Borg - is that a singleton?

Alex Martelli aleax at aleax.it
Sat Mar 1 03:20:27 EST 2003


Giovanni Bajo wrote:
   ...
> Since Borg (as in
> http://aspn.activestate.com/ASPN/Cookbook/Python/Recipe/66531) rebinds the

Expanded and clarified in the printed Cookbook (O'Reilly) and in my
IPC11 essay, online at www.aleax.it/Python/5ep.html -- qv.

> class Borg:
>     def __init__(self):
>         cls = self.__class__
>         try: cls.__shared_state
>         except:
>             cls.__shared_state = {}
>         self.__dict__ = cls.__shared_state
> 
> Which leads to what seems to me the expected behaviour from a singleton,

I suggest, as explained in the paper:

class Borg:
    _shared_state = {}          # only ONE leading _
    def __init__(self):
        self.__dict__ = self._shared_state

class Monitor(Borg):
    _shared_state = {}          # all Monitors share state among themselves

class SpeclalMonitor(Monitor):
    pass                        # including SpecialMonitor instances

class Printer(Borg):
    _shared_state = {}          # all Printers share state among themselves

class SpeclalPrinter(Printer):
    pass                        # including SpecialPrinter instances


If you want to FORCE each direct subclass of Borg to define its own
_shared_state, just omit the assignment to _shared_state in the body
of the Borg class itself.  But subclasses of such direct classes
should still be _allowed_ to keep sharing state with their base, in
order to customize its behavior but not the state, if desired.


I find your suggested approach a bit fragile, because it conflates
issues of class initialization with ones of instance initialization.
Consider, with your implementation of Borg:

class Super(Borg): pass
class Sub(Super): pass

now if the code continues with:
  a = Sub()
  b = Super()
then a and b do NOT share state.  But if it instead continues with:
  b = Super()
  a = Sub()
then a and b DO share state.  This is far from obvious to the reader
of the code, and it's what I would call a typical "black magic effect".

If you DO want to avoid the clear, simple, explicit solution of
having classes that don't want their instances to share state with
instances of superclasses just bind their own _shared_state dict
in class scope, you're probably better off generating the magic
_shared_state in a custom metaclass, e.g.:


class metaBorg(type):

    def __new__(cls, name, bases, clasdict):
        clasdict.setdefault('_shared_state', {})
        return type.__new__(cls, name, bases, clasdict)

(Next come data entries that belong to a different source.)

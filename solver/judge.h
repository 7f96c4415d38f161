// SPDX-License-Identifier: Apache-2.0
/// @file
/// Every check on every subject, without remedies: the step that sweeps and remedies repeat.
#pragma once

#include <functional>
#include <string>
#include <vector>

#include "solver/results.h"

namespace sunder::solver {

/// Findings in the order subjects and checks come. One per check, subject and pair: the governing
/// one over the states, unless every state is asked for.
[[nodiscard]] std::vector<Finding> judge_network(const models::Network& network, bool every_state = false,
                                                 const std::function<void(std::size_t, std::size_t)>& progress = {});

/// `fails` over `undecided` over `meets`, then the least margin.
[[nodiscard]] bool governs(const Finding& a, const Finding& b);

/// What makes two findings the same question: check, subject, upstream device.
[[nodiscard]] std::string finding_key(const Finding& finding);

}  // namespace sunder::solver
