// SPDX-License-Identifier: Apache-2.0
/// @file
/// What would mend a failure, tried against every check before it is offered.
#pragma once

#include <vector>

#include "solver/results.h"

namespace sunder::solver {

/// For each failing finding of a circuit or submain: the greatest length at which its check is met
/// and the next size of cable (or of its protective conductor) that meets it. Each is then put into
/// a copy of the network and all checks are run: `holds` says that every check of the subject is met
/// and none elsewhere is worse; otherwise `note` names what is not.
void add_remedies(const models::Network& network, std::vector<Finding>& findings);

}  // namespace sunder::solver
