// SPDX-License-Identifier: Apache-2.0
#include "solver/iec60909.h"

#include <algorithm>
#include <array>
#include <cmath>
#include <numbers>

#include "solver/faults.h"

namespace sunder::solver::iec60909 {
namespace {

using std::numbers::pi;
using std::numbers::sqrt2;
using std::numbers::sqrt3;

constexpr double kLowVoltage = 1000;  // [V] up to and including it
constexpr std::array<double, 4> kDelays{0.02, 0.05, 0.10, 0.25};

double sine(double power_factor) noexcept { return std::sqrt(std::max(0.0, 1 - power_factor * power_factor)); }

// Between the delays that the standard gives values for, linear; after the last, the value there.
double over_delays(const std::array<double, 4>& values, double seconds) noexcept {
  if (seconds <= kDelays.front()) return values.front();
  for (std::size_t i = 1; i < kDelays.size(); ++i) {
    if (seconds > kDelays[i]) continue;
    const double share = (seconds - kDelays[i - 1]) / (kDelays[i] - kDelays[i - 1]);
    return values[i - 1] + share * (values[i] - values[i - 1]);
  }
  return values.back();
}

}  // namespace

double voltage_factor(double nominal_volts, double tolerance, Condition condition) noexcept {
  const bool most = condition == Condition::maximum;
  if (nominal_volts > kLowVoltage) return most ? 1.10 : 1.00;
  if (tolerance > 0.08) return most ? 1.10 : 0.90;
  return most ? 1.05 : 0.95;
}

std::complex<double> feeder(double nominal_volts, double amps, double c, double ratio, double r_over_x) noexcept {
  const double z = c * nominal_volts / (sqrt3 * amps) / (ratio * ratio);
  if (r_over_x < 0) return {0.1 * 0.995 * z, 0.995 * z};
  if (std::isinf(r_over_x)) return {z, 0};
  const double x = z / std::hypot(1, r_over_x);
  return {r_over_x * x, x};
}

double transformer_factor(double c_max, double xt) noexcept { return 0.95 * c_max / (1 + 0.6 * xt); }

double transformer_reactance(double uk, double losses, double rating) noexcept {
  const double r = losses / rating;
  return std::sqrt(std::max(0.0, uk * uk - r * r));
}

double fictitious_resistance(double rated_volts, double rating) noexcept {
  if (rated_volts <= kLowVoltage) return 0.15;
  return rating >= 100e6 ? 0.05 : 0.07;
}

double generator_factor(double nominal_volts, double rated_volts, double c_max, double xd, double power_factor,
                        double regulation) noexcept {
  return nominal_volts / (rated_volts * (1 + regulation)) * c_max / (1 + xd * sine(power_factor));
}

double unit_factor_on_load(const PowerStationUnit& unit) noexcept {
  const double volts = unit.network_volts / unit.generator_volts * unit.transformer_low / unit.transformer_high;
  return volts * volts * unit.c_max / (1 + std::fabs(unit.xd - unit.xt) * sine(unit.power_factor));
}

double unit_factor_fixed(const PowerStationUnit& unit) noexcept {
  return unit.network_volts / (unit.generator_volts * (1 + unit.regulation)) * unit.transformer_low /
         unit.transformer_high * (1 + unit.off_load_tap) * unit.c_max / (1 + unit.xd * sine(unit.power_factor));
}

double resistance_factor(double degc) noexcept { return 1 + 0.004 * (degc - 20); }

std::complex<double> motor(const MotorData& motor) noexcept {
  const double z = motor.rated_volts / (sqrt3 * motor.start * motor.rated_amps);
  const double x = z / std::hypot(1, motor.r_over_x);
  return {motor.r_over_x * x, x};
}

double motor_current(double watts, double volts, double power_factor, double efficiency) noexcept {
  return watts / (sqrt3 * volts * power_factor * efficiency);
}

double motor_r_over_x(double rated_volts, double watts_per_pole_pair) noexcept {
  if (rated_volts <= kLowVoltage) return 0.42;
  return watts_per_pole_pair >= 1e6 ? 0.10 : 0.15;
}

bool motors_negligible(double sum_rated_amps, double fault_amps) noexcept {
  return sum_rated_amps <= 0.01 * fault_amps;
}

bool motors_negligible_behind(double watts, double rating, double c, double nominal_volts, double amps) noexcept {
  const double stiffness = std::fabs(c * 100 * rating / (sqrt3 * nominal_volts * amps) - 0.3);
  return watts / rating * stiffness <= 0.8;
}

double kappa(std::complex<double> impedance) noexcept {
  return impedance.real() <= 0 ? 2.0 : peak_factor(impedance.imag() / impedance.real());
}

double kappa_b(std::complex<double> impedance, double nominal_volts, bool every_branch_below) noexcept {
  const double most = nominal_volts <= kLowVoltage ? 1.8 : 2.0;
  return every_branch_below ? kappa(impedance) : std::min(most, 1.15 * kappa(impedance));
}

double equivalent_frequency(double frequency) noexcept { return 0.4 * frequency; }

double kappa_c(std::complex<double> at_fc) noexcept { return kappa({0.4 * at_fc.real(), at_fc.imag()}); }

double peak(double kappa, double amps) noexcept { return kappa * sqrt2 * amps; }

double dc_component(double amps, double frequency, double seconds, double r_over_x) noexcept {
  return sqrt2 * amps * std::exp(-2 * pi * frequency * seconds * r_over_x);
}

double dc_frequency_ratio(double frequency, double seconds) noexcept {
  const double cycles = frequency * seconds;
  if (cycles < 1) return 0.27;
  if (cycles < 2.5) return 0.15;
  return cycles < 5 ? 0.092 : 0.055;
}

double mu(double ratio, double seconds) noexcept {
  if (ratio <= 2 || seconds < kDelays.front()) return 1;
  const std::array<double, 4> values{0.84 + 0.26 * std::exp(-0.26 * ratio), 0.71 + 0.51 * std::exp(-0.30 * ratio),
                                     0.62 + 0.72 * std::exp(-0.32 * ratio), 0.56 + 0.94 * std::exp(-0.38 * ratio)};
  return std::min(1.0, over_delays(values, seconds));
}

double q(double watts_per_pole_pair, double seconds) noexcept {
  if (seconds < kDelays.front()) return 1;
  const double power = std::log(watts_per_pole_pair * 1e-6);
  std::array<double, 4> values{1.03 + 0.12 * power, 0.79 + 0.12 * power, 0.57 + 0.12 * power, 0.26 + 0.10 * power};
  for (double& value : values) value = std::clamp(value, 0.0, 1.0);
  return over_delays(values, seconds);
}

double breaking_current(std::complex<double> total, double driving_volts,
                        const std::vector<MachinePart>& parts) noexcept {
  std::complex<double> sum = total;
  for (const MachinePart& part : parts) sum -= part.voltage_drop / driving_volts * (1 - part.decay) * part.current;
  return std::abs(sum);
}

double steady_state(double rated_amps, double sustained) noexcept {
  return std::isnan(sustained) ? kNone : sustained * rated_amps;
}

double heat_m(double kappa, double frequency, double seconds) noexcept {
  if (kappa <= 1) return 0;
  const double cycles = 2 * frequency * seconds;
  if (kappa >= 2) return 2;  // the limit: a d.c. component that does not decay
  const double decay = std::log(kappa - 1);
  return std::expm1(2 * cycles * decay) / (cycles * decay);
}

double heat_n(double ratio, double seconds) noexcept {
  if (ratio < 1.25) return 1;
  const double transient = ratio / (0.88 + 0.17 * ratio);  // I'k/Ik
  const double constant = 3.1 / transient;                 // T'd [s]
  const double fast = ratio - transient;                   // decays ten times as fast
  const double slow = transient - 1;
  // Mean of e^(-a t) over 0..Tk.
  const auto mean = [seconds](double rate) { return -std::expm1(-rate * seconds) / (rate * seconds); };
  const double square = fast * fast * mean(20 / constant) + slow * slow * mean(2 / constant) + 1 +
                        2 * fast * slow * mean(11 / constant) + 2 * fast * mean(10 / constant) +
                        2 * slow * mean(1 / constant);
  return square / (ratio * ratio);
}

double thermal_current(double amps, double m, double n) noexcept { return amps * std::sqrt(m + n); }

}  // namespace sunder::solver::iec60909
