// What each board has and who feeds it, where edges form any graph: voltage and earthing from the
// nearest source or transformer, conductors from all sides.
void spread(const Network& network, const std::vector<int>& sources, const std::vector<int>& order,
            const std::vector<Edge>& edges, StateTree& tree) {
  tree.order = order;
  for (const models::Transformer& t : network.transformers) tree.stand_ins.push_back(stand_in(t));
  std::vector<std::vector<int>> around(network.boards.size());
  for (std::size_t e = 0; e < edges.size(); ++e) {
    around[at(edges[e].from)].push_back(static_cast<int>(e));
    around[at(edges[e].to)].push_back(static_cast<int>(e));
  }
  std::vector<int> queue;
  for (const int s : sources) {
    const int board = network.sources[at(s)].board;
    if (tree.source_of[at(board)] < 0) queue.push_back(board);
    if (tree.source_of[at(board)] < 0) tree.source_of[at(board)] = s;
  }
  for (std::size_t i = 0; i < queue.size(); ++i)
    for (const int e : around[at(queue[i])]) {
      const Edge& edge = edges[at(e)];
      const int other = edge.from == queue[i] ? edge.to : edge.from;
      if (tree.source_of[at(other)] >= 0) continue;
      // A primary board has the voltage of what feeds it, not that of the secondary.
      if (edge.kind == Edge::Kind::transformer && other == edge.from) continue;
      tree.source_of[at(other)] = tree.source_of[at(queue[i])];
      tree.stand_in[at(other)] = edge.kind == Edge::Kind::transformer ? edge.index : tree.stand_in[at(queue[i])];
      queue.push_back(other);
    }
  for (const int s : sources) {
    const Source& source = network.sources[at(s)];
    for (const Conductor c : {Conductor::L1, Conductor::L2, Conductor::L3, Conductor::N, Conductor::PE})
      if (supplied(source).has(c)) tree.conductors[at(source.board)].add(c);
  }
  for (const int b : order) {
    if (network.boards[at(b)].electrode >= 0) tree.conductors[at(b)].add(Conductor::PE);
    if (network.boards[at(b)].n_pe_link) tree.conductors[at(b)].add(Conductor::PE);
  }
  for (const models::Bond& bond : network.bonds)
    for (const int b : {bond.from, bond.to})
      if (b >= 0) tree.conductors[at(b)].add(Conductor::PE);
  for (bool changed = true; changed;) {
    changed = false;
    auto pass = [&](ConductorSet carried, int from, int to) {
      ConductorSet more = tree.conductors[at(to)];
      for (const Conductor c : {Conductor::L1, Conductor::L2, Conductor::L3, Conductor::N, Conductor::PE})
        if (carried.has(c) && tree.conductors[at(from)].has(c)) more.add(c);
      if (more == tree.conductors[at(to)]) return;
      tree.conductors[at(to)] = more;
      changed = true;
    };
    for (const Edge& edge : edges) {
      if (edge.kind == Edge::Kind::transformer) {
        const models::Transformer& t = network.transformers[at(edge.index)];
        Source secondary = tree.stand_ins[at(edge.index)];
        ConductorSet all = supplied(secondary);
        if (t.secondary_winding != models::Winding::star_earthed &&
            t.secondary_winding != models::Winding::zigzag_earthed)
          all.remove(Conductor::N);
        ConductorSet more = tree.conductors[at(edge.to)];
        for (const Conductor c : {Conductor::L1, Conductor::L2, Conductor::L3, Conductor::N, Conductor::PE})
          if (all.has(c)) more.add(c);
        changed = changed || more != tree.conductors[at(edge.to)];
        tree.conductors[at(edge.to)] = more;
        continue;
      }
      ConductorSet carried = edge.kind == Edge::Kind::submain ? network.submains[at(edge.index)].conductors
                                                              : network.links[at(edge.index)].conductors;
      if (edge.kind == Edge::Kind::link) carried.add(Conductor::PE);
      if (edge.kind == Edge::Kind::submain && network.submains[at(edge.index)].pen) carried.add(Conductor::PE);
      pass(carried, edge.from, edge.to);
      pass(carried, edge.to, edge.from);
    }
  }
}
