// SPDX-License-Identifier: Apache-2.0
/// @file
/// What flows everywhere in a grid during a fault.
#include <fmt/format.h>

#include <algorithm>
#include <cmath>
#include <limits>
#include <numbers>
#include <numeric>

#include "solver/state_grid.h"

namespace sunder::solver {
namespace {

using models::Conductor;
using models::ConductorSet;
using models::Source;

constexpr Conductor kLines[] = {Conductor::L1, Conductor::L2, Conductor::L3};
constexpr Conductor kAll[] = {Conductor::L1, Conductor::L2, Conductor::L3, Conductor::N, Conductor::PE};

std::size_t at(int handle) { return static_cast<std::size_t>(handle); }

double ratio(Complex z) { return z.real() > 0 ? z.imag() / z.real() + 0.0 : std::numeric_limits<double>::infinity(); }

// Series matrix of one of n equal cables that a run stands for.
ConductorMatrix single(const RunImpedance& z, ConductorSet carried, int n) {
  ConductorMatrix m = ConductorMatrix::Zero();
  for (const Conductor c : kLines)
    if (carried.has(c)) m(static_cast<int>(index(c)), static_cast<int>(index(c))) = z.line;
  if (carried.has(Conductor::N)) m(3, 3) = z.neutral;
  if (z.pen) {
    m(4, 4) = m(3, 4) = m(4, 3) = z.neutral;
  } else if (carried.has(Conductor::PE)) {
    m(4, 4) = z.protective;
  }
  return m * static_cast<double>(n);
}

}  // namespace

double StateGrid::volts_of_returns(const Flow& flow) const {
  double volts = 0;
  for (const SourcePlace& place : sources_) {
    if (place.element < 0) continue;
    const Source& source = network_.sources[at(place.source)];
    if (source.high_voltage || source.earthing == models::Earthing::TT || source.earthing == models::Earthing::IT)
      continue;
    const double ohms = source_term(network_, source, condition_, Fault::line_earth).ohms;
    for (std::size_t p = 0; p < pieces_.size(); ++p)
      if (pieces_[p].element == place.element) volts += ohms * std::abs(flow.pieces[p](3));
  }
  return volts;
}

Complex StateGrid::protective_potential(const GridPlace& place, const Flow& flow, Complex into_protective) const {
  if (place.run < 0)
    return flow.potentials[at(terminal_of(place.node, Conductor::PE))] - place.beyond(4, 4) * into_protective;
  const Grid& grid = views_.front().grid;
  const Grid::Ends ends = grid.ends(place.run);
  const double x = place.fraction;
  const Complex z = single(grid.impedance(place.run), grid.carried(place.run), place.in_parallel)(4, 4);
  return (1 - x) * flow.potentials[at(terminal_of(ends.from, Conductor::PE))] +
         x * flow.potentials[at(terminal_of(ends.to, Conductor::PE))] - x * (1 - x) * z * into_protective;
}

StateGrid::Flow StateGrid::flow(const GridPlace& place, Fault fault, double through) const {
  const Governing best = govern(place, fault, through);
  Flow flow;
  flow.current = best.current;
  if (!best.current.usable()) return flow;
  const Source& system = system_of(network_, tree_, place.board);
  const ConductorMatrix z = place_matrix(views_[at(best.view)], place);
  const bool most = condition_ == Condition::maximum;
  LoopCurrents solved = solve_loops(*best.loops, z, best.current.volts, through, system.split_phase, most);
  if (const double limit = limit_of_inverter(place.board); !(solved.amps <= limit)) {
    // As much as the limit lets through; at the inverter's own terminals nothing else limits.
    if (!std::isfinite(solved.amps))
      solved = solve_loops(*best.loops, z, best.current.volts, best.current.volts / limit, system.split_phase, most);
    solved.conductors *= limit / solved.amps;
  }
  std::vector<Grid::Injection> injections;
  const Grid& grid = views_[at(best.view)].grid;
  for (const Conductor c : kAll) {
    const Complex amps = -solved.conductors(static_cast<int>(index(c)));
    if (amps == Complex{}) continue;
    if (place.run < 0) {
      injections.push_back({terminal_of(place.node, c), amps});
    } else {
      injections.push_back({terminal_of(grid.ends(place.run).from, c), amps * (1 - place.fraction)});
      injections.push_back({terminal_of(grid.ends(place.run).to, c), amps * place.fraction});
    }
  }
  Flow traced = trace(best.view, injections, &place, solved.conductors);
  traced.current = best.current;
  return traced;
}

StateGrid::Flow StateGrid::flow_between(const GridPlace& a, const GridPlace& b, double through) const {
  Flow flow;
  FaultCurrent& result = flow.current;
  struct Choice {
    Conductor first, second;
    const char* phases;
  };
  using enum Conductor;
  constexpr Choice kChoices[] = {{L1, L2, "L1-PE and L2-PE"}, {L2, L3, "L2-PE and L3-PE"}, {L3, L1, "L3-PE and L1-PE"},
                                 {L2, L1, "L2-PE and L1-PE"}, {L3, L2, "L3-PE and L2-PE"}, {L1, L3, "L1-PE and L3-PE"}};
  auto there = [&](const Choice& choice) {
    return a.have.contains({choice.first, PE}) && b.have.contains({choice.second, PE});
  };
  result.possible = std::any_of(std::begin(kChoices), std::end(kChoices), there);
  const Candidates& candidates = of_fault_[static_cast<std::size_t>(Fault::line_line)];
  result.known = candidates.known;
  result.needs = candidates.needs;
  if (!result.usable()) return flow;
  result.volts = driving_voltage_at(network_, tree_, a.board, condition_, Fault::line_line);
  const bool most = condition_ == Condition::maximum;
  int best = -1;
  const Choice* lines = nullptr;
  std::vector<Grid::Injection> chosen;
  for (const int v : candidates.views) {
    Grid grid = views_[at(v)].grid;
    if (!grid.solve(true)) continue;
    for (const Choice& choice : kChoices) {
      if (!there(choice)) continue;
      // One ampere through the loop: out of the line at the first place into its PE, out of the PE at the
      // second into its line.
      std::vector<Grid::Injection> unit;
      Complex local = 0;
      auto put = [&](const GridPlace& place, Conductor c, double sign) {
        const auto i = static_cast<int>(index(c));
        if (place.run < 0) {
          unit.push_back({terminal_of(place.node, c), -sign});
          local += place.beyond(i, i);
          return;
        }
        const Grid::Ends ends = grid.ends(place.run);
        unit.push_back({terminal_of(ends.from, c), -sign * (1 - place.fraction)});
        unit.push_back({terminal_of(ends.to, c), -sign * place.fraction});
        local += place.fraction * (1 - place.fraction) *
                 single(grid.impedance(place.run), grid.carried(place.run), place.in_parallel)(i, i);
      };
      put(a, choice.first, 1);
      put(a, PE, -1);
      put(b, PE, 1);
      put(b, choice.second, -1);
      const std::vector<Complex> potentials = grid.potentials(unit);
      Complex loop = local + 2.0 * through;
      for (const Grid::Injection& injection : unit) loop += injection.amps * potentials[at(injection.terminal)];
      const double amps = result.volts / std::abs(loop);
      constexpr double kEqual = 1e-9;  // equal choices: the first in the order of lines
      if (best >= 0 && (most ? amps <= result.amps * (1 + kEqual) : amps >= result.amps * (1 - kEqual))) continue;
      best = v;
      lines = &choice;
      result.phases = choice.phases;
      result.amps = amps;
      result.loop = loop;
      result.ohms = std::abs(loop);
      result.x_over_r = ratio(loop);
      chosen = unit;
      for (Grid::Injection& injection : chosen) injection.amps *= result.volts / loop;
    }
  }
  if (best < 0) {
    result.known = false;
    result.needs = trouble_;
    return flow;
  }
  Eigen::Matrix<Complex, 5, 1> into = Eigen::Matrix<Complex, 5, 1>::Zero();
  into(static_cast<int>(index(lines->first))) = result.volts / result.loop;
  into(static_cast<int>(index(lines->second))) = -result.volts / result.loop;
  Flow traced = trace(best, chosen, nullptr, into);
  traced.current = result;
  if (most) traced.current.peak = peak_factor(result.x_over_r) * std::numbers::sqrt2 * result.amps;
  return traced;
}

namespace {

// Joins carry what their terminals' other elements leave over. Where they form a tree, taking its
// leaves one by one gives every share; in a loop of joins the shares are not defined.
struct JoinShares {
  std::vector<Complex> amps;  // of each join, from its first to its second terminal
  bool defined = true;
};

JoinShares share(const std::vector<std::pair<int, int>>& joins, std::vector<Complex> left) {
  JoinShares result;
  result.amps.assign(joins.size(), Complex{});
  std::vector<bool> done(joins.size(), false);
  std::vector<int> degree(left.size(), 0);
  for (const auto& [a, b] : joins) {
    if (a >= 0) ++degree[at(a)];
    if (b >= 0) ++degree[at(b)];
  }
  for (bool changed = true; changed;) {
    changed = false;
    for (std::size_t j = 0; j < joins.size(); ++j) {
      if (done[j]) continue;
      const auto [a, b] = joins[j];
      const bool leaf_a = a >= 0 && degree[at(a)] == 1;
      const bool leaf_b = b >= 0 && degree[at(b)] == 1;
      if (!leaf_a && !leaf_b) continue;
      // What a leaf's elements take in must come through the join: left is the current out of it.
      const Complex amps = leaf_a ? -left[at(a)] : left[at(b)];
      result.amps[j] = amps;
      if (a >= 0) left[at(a)] += amps, --degree[at(a)];
      if (b >= 0) left[at(b)] -= amps, --degree[at(b)];
      done[j] = changed = true;
    }
  }
  result.defined = std::all_of(done.begin(), done.end(), [](bool d) { return d; });
  return result;
}

}  // namespace

StateGrid::Flow StateGrid::trace(int view, const std::vector<Grid::Injection>& injections, const GridPlace* inside,
                                 const Eigen::Matrix<Complex, 5, 1>& into_fault) const {
  Flow flow;
  flow.into_fault = into_fault;
  Grid grid = views_[at(view)].grid;
  if (!grid.solve(true)) return flow;
  flow.potentials = grid.potentials(injections);
  // Current out of each terminal through everything but joins; with what is put in it must vanish, or
  // be what joins carry.
  std::vector<Complex> out(flow.potentials.size());
  for (const Grid::Injection& injection : injections) out[at(injection.terminal)] -= injection.amps;
  for (std::size_t r = 0; r < grid.runs(); ++r) {
    const Eigen::Matrix<Complex, 5, 1> amps = grid.run_current(static_cast<int>(r), flow.potentials);
    const Grid::Ends ends = grid.ends(static_cast<int>(r));
    for (const Conductor c : kAll) {
      out[at(terminal_of(ends.from, c))] += amps(static_cast<int>(index(c)));
      out[at(terminal_of(ends.to, c))] -= amps(static_cast<int>(index(c)));
    }
  }
  for (std::size_t e = 0; e < grid.elements(); ++e) {
    const Eigen::VectorXcd amps = grid.element_current(static_cast<int>(e), flow.potentials);
    const std::vector<int> terminals = grid.terminals(static_cast<int>(e));
    for (std::size_t k = 0; k < terminals.size(); ++k)
      if (terminals[k] != Grid::kEarth) out[at(terminals[k])] += amps(static_cast<Eigen::Index>(k));
  }
  // Where N and PE of a node are one, they are one terminal: what a link carries in both is told under N.
  const std::vector<std::pair<int, int>> all_joins = grid.all_joins();
  std::vector<int> same(out.size());
  std::iota(same.begin(), same.end(), 0);
  for (const auto& [a, b] : all_joins)
    if (b >= 0 && a / Grid::kSlots == b / Grid::kSlots) same[at(std::max(a, b))] = std::min(a, b);
  auto one = [&](int terminal) { return terminal < 0 ? terminal : same[at(terminal)]; };
  std::vector<Complex> left(out.size());
  for (std::size_t k = 0; k < out.size(); ++k) left[at(same[k])] += out[k];
  std::vector<std::pair<int, int>> joins;
  for (const auto& [a, b] : all_joins)
    if (one(a) != one(b)) joins.emplace_back(one(a), one(b));
  std::sort(joins.begin(), joins.end());
  joins.erase(std::unique(joins.begin(), joins.end()), joins.end());
  const JoinShares shares = share(joins, left);
  for (std::size_t j = 0; j < joins.size(); ++j) {
    if (joins[j].first >= 0) left[at(joins[j].first)] += shares.amps[j];
    if (joins[j].second >= 0) left[at(joins[j].second)] -= shares.amps[j];
  }
  const double scale = into_fault.cwiseAbs().maxCoeff();
  for (const GridPiece& piece : pieces_) {
    Eigen::Matrix<Complex, 5, 1> amps = Eigen::Matrix<Complex, 5, 1>::Zero();
    if (piece.run >= 0) {
      amps = grid.run_current(piece.run, flow.potentials);
      // Near the fault inside one of its cables: what enters at the `from` end.
      if (inside != nullptr && inside->run == piece.run) amps += (1 - inside->fraction) * into_fault;
    } else if (piece.element >= 0) {
      const Eigen::VectorXcd all = grid.element_current(piece.element, flow.potentials);
      for (std::size_t k = 0; k < piece.terminals.size(); ++k)
        if (piece.terminals[k] >= 0) amps(static_cast<Eigen::Index>(k)) = piece.sign * all(piece.terminals[k]);
    } else {
      std::vector<std::pair<int, int>> told;
      for (const auto& join : piece.joins) {
        const std::pair<int, int> ends{one(join.first), one(join.second)};
        if (std::find(told.begin(), told.end(), ends) != told.end()) continue;
        told.push_back(ends);
        for (std::size_t j = 0; j < joins.size(); ++j) {
          if (joins[j] == ends) amps(join.first % Grid::kSlots) += shares.amps[j];
          if (joins[j] == std::pair{ends.second, ends.first}) amps(join.first % Grid::kSlots) -= shares.amps[j];
        }
      }
      if (!shares.defined && !piece.joins.empty()) flow.undefined += (flow.undefined.empty() ? "" : ", ") + piece.name;
    }
    flow.pieces.push_back(amps);
  }
  if (shares.defined) {
    for (const Complex amps : left) flow.imbalance = std::max(flow.imbalance, std::abs(amps));
    flow.imbalance /= scale;
  }
  return flow;
}

}  // namespace sunder::solver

    def __call__(cls, *args, **kwds):
        self = cls.__new__(cls, *args, **kwds)
        self.__dict__ = self._shared_state
        cls.__init__(self, *args, **kwds)
        return self


class Borg:
    __metaclass__ = metaBorg


This version _forces_ a _shared_state class attribute on each
subclass (though it also lets such a subclass explicitly define
a _shared_state for nefarious purposes and doesn't override it
in that case -- that's why the setdefault call).  You might
chose to soften this a bit, e.g. by making metaBorg.__new__
into:

    def __new__(cls, name, bases, clasdict):
        for base in bases: 
            if hasattr(base, '_shared_state'): break
        else:
            clasdict.setdefault('_shared_state', {})
        return type.__new__(cls, name, bases, clasdict)

this LETS each subclass define a _shared_state, but only
defaults to setting it to a new empty dict if no base has
a _shared_state attribute already.

I thought this metaclass might be of some interest because
it also overrides type.__call__ (a bit roughly perhaps -- it
does not allow classes to set a weird __new__, but rather
assumes __new__ returns a cls instance and unconditionally
calls __init__ on that instance) in order to automate the
setting of each instance's __dict__, without any need for
borgs to explicitly call Borg.__init__(self) any more.


Whether this level of "implicitness" qualifies as black
magic best avoided, or as an elegant solution, I'll leave
to readers to decide.  Anyway, the point is you can now:

class Foo(Borg): pass
class Bar(Borg): pass

and get _separately-borgized_ Foo and Bar classes without
doing anything more than inheriting from Borg.